Assignment
Give again, word for word, every line in the entries below from the line with "filename envlink/extract/cache.py" up to and including the line with "return cache_root()", and no other line.

The data section start

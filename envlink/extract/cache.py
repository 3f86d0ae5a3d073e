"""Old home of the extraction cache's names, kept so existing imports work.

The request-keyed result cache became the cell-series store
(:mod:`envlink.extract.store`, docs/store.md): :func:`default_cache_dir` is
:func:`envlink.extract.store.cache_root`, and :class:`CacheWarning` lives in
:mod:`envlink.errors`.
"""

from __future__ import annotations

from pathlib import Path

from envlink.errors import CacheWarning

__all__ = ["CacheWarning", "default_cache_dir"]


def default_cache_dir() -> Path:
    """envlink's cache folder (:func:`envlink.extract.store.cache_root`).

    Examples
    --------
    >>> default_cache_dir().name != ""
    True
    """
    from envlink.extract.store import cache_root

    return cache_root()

The data section end
The data section start

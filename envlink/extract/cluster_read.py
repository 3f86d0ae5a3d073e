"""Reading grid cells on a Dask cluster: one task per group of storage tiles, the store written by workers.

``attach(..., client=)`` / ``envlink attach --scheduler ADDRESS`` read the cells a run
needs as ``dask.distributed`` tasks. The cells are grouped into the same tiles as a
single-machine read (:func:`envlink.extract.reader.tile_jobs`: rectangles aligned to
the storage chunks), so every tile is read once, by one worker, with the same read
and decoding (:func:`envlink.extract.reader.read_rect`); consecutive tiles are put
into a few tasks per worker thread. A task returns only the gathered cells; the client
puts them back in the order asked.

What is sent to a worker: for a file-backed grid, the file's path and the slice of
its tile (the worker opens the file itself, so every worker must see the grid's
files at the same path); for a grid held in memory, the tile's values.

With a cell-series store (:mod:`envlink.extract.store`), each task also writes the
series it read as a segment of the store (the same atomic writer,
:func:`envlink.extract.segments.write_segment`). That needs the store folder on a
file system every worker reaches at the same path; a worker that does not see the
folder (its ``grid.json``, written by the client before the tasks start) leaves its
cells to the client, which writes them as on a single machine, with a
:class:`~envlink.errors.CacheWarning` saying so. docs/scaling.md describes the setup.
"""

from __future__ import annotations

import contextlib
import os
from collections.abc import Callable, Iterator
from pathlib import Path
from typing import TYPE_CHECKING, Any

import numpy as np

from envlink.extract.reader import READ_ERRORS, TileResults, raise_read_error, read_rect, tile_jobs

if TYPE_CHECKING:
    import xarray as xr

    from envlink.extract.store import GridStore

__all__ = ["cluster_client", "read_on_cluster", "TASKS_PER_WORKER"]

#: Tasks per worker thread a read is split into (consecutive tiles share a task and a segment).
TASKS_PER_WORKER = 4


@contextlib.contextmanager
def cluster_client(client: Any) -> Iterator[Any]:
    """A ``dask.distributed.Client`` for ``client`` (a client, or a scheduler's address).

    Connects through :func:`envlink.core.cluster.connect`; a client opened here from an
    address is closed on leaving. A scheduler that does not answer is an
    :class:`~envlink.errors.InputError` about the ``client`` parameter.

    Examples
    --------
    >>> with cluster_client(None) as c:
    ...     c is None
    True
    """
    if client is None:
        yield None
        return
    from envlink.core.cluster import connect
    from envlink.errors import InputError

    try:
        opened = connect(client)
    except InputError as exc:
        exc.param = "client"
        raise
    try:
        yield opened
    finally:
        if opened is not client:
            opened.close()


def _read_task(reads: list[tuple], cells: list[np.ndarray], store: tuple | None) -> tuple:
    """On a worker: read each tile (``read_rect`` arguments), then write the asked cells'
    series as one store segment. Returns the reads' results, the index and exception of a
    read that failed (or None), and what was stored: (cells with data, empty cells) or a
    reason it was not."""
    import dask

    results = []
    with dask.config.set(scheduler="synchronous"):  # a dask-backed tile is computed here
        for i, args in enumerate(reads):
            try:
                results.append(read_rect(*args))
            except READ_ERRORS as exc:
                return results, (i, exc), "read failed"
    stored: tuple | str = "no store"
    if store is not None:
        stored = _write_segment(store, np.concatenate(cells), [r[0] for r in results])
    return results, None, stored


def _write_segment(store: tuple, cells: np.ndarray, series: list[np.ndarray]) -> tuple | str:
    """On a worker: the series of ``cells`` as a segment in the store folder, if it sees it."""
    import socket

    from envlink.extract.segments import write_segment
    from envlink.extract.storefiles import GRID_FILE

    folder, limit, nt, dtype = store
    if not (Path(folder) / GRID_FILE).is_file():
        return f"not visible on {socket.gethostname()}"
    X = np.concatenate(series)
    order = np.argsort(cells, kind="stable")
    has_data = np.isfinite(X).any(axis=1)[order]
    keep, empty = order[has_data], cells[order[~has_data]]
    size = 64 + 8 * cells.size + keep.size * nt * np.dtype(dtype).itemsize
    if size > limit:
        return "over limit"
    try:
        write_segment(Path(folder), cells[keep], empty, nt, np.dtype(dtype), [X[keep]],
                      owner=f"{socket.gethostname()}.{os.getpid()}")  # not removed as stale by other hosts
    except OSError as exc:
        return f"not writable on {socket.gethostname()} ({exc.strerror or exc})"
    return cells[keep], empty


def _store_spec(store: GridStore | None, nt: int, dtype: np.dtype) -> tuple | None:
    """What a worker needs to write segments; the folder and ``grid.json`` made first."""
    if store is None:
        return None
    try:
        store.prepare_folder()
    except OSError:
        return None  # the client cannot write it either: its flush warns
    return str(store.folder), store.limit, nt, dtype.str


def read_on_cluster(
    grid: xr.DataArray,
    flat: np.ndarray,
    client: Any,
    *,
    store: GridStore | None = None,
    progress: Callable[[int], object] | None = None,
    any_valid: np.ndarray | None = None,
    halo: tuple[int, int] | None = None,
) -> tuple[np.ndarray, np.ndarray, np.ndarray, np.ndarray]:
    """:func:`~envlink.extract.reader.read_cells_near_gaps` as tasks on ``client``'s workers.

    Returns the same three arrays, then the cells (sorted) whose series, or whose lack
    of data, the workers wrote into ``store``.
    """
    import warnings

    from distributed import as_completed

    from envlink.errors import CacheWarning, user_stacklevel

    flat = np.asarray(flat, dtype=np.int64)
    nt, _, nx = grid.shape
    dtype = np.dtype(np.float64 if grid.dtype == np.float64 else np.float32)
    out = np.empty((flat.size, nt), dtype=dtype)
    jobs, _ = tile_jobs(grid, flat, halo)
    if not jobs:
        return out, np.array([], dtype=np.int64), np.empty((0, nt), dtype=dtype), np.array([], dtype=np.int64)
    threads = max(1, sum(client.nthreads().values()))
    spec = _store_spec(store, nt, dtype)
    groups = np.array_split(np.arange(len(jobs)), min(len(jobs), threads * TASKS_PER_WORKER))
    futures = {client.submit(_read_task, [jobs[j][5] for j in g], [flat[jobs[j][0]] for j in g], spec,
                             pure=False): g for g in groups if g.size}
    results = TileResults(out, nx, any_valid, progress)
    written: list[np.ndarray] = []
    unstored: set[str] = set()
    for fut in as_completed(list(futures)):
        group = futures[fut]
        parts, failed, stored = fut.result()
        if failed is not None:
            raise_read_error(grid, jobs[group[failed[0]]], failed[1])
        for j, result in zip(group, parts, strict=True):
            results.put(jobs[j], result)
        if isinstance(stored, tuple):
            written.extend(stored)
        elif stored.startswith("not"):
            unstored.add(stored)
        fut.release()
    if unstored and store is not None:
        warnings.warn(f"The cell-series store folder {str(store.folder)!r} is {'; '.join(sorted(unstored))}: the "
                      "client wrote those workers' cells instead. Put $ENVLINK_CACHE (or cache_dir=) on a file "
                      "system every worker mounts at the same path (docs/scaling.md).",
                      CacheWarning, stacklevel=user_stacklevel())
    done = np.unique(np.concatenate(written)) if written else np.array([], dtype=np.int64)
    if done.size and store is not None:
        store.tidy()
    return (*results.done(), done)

The data section end

Answer to this exercise
filename envlink/extract/cache.py
repository 3f86d0ae5a3d073e
"""Old home of the extraction cache's names, kept so existing imports work.

The request-keyed result cache became the cell-series store
(:mod:`envlink.extract.store`, docs/store.md): :func:`default_cache_dir` is
:func:`envlink.extract.store.cache_root`, and :class:`CacheWarning` lives in
:mod:`envlink.errors`.
"""

from __future__ import annotations

from pathlib import Path

from envlink.errors import CacheWarning

__all__ = ["CacheWarning", "default_cache_dir"]


def default_cache_dir() -> Path:
    """envlink's cache folder (:func:`envlink.extract.store.cache_root`).

    Examples
    --------
    >>> default_cache_dir().name != ""
    True
    """
    from envlink.extract.store import cache_root

    return cache_root()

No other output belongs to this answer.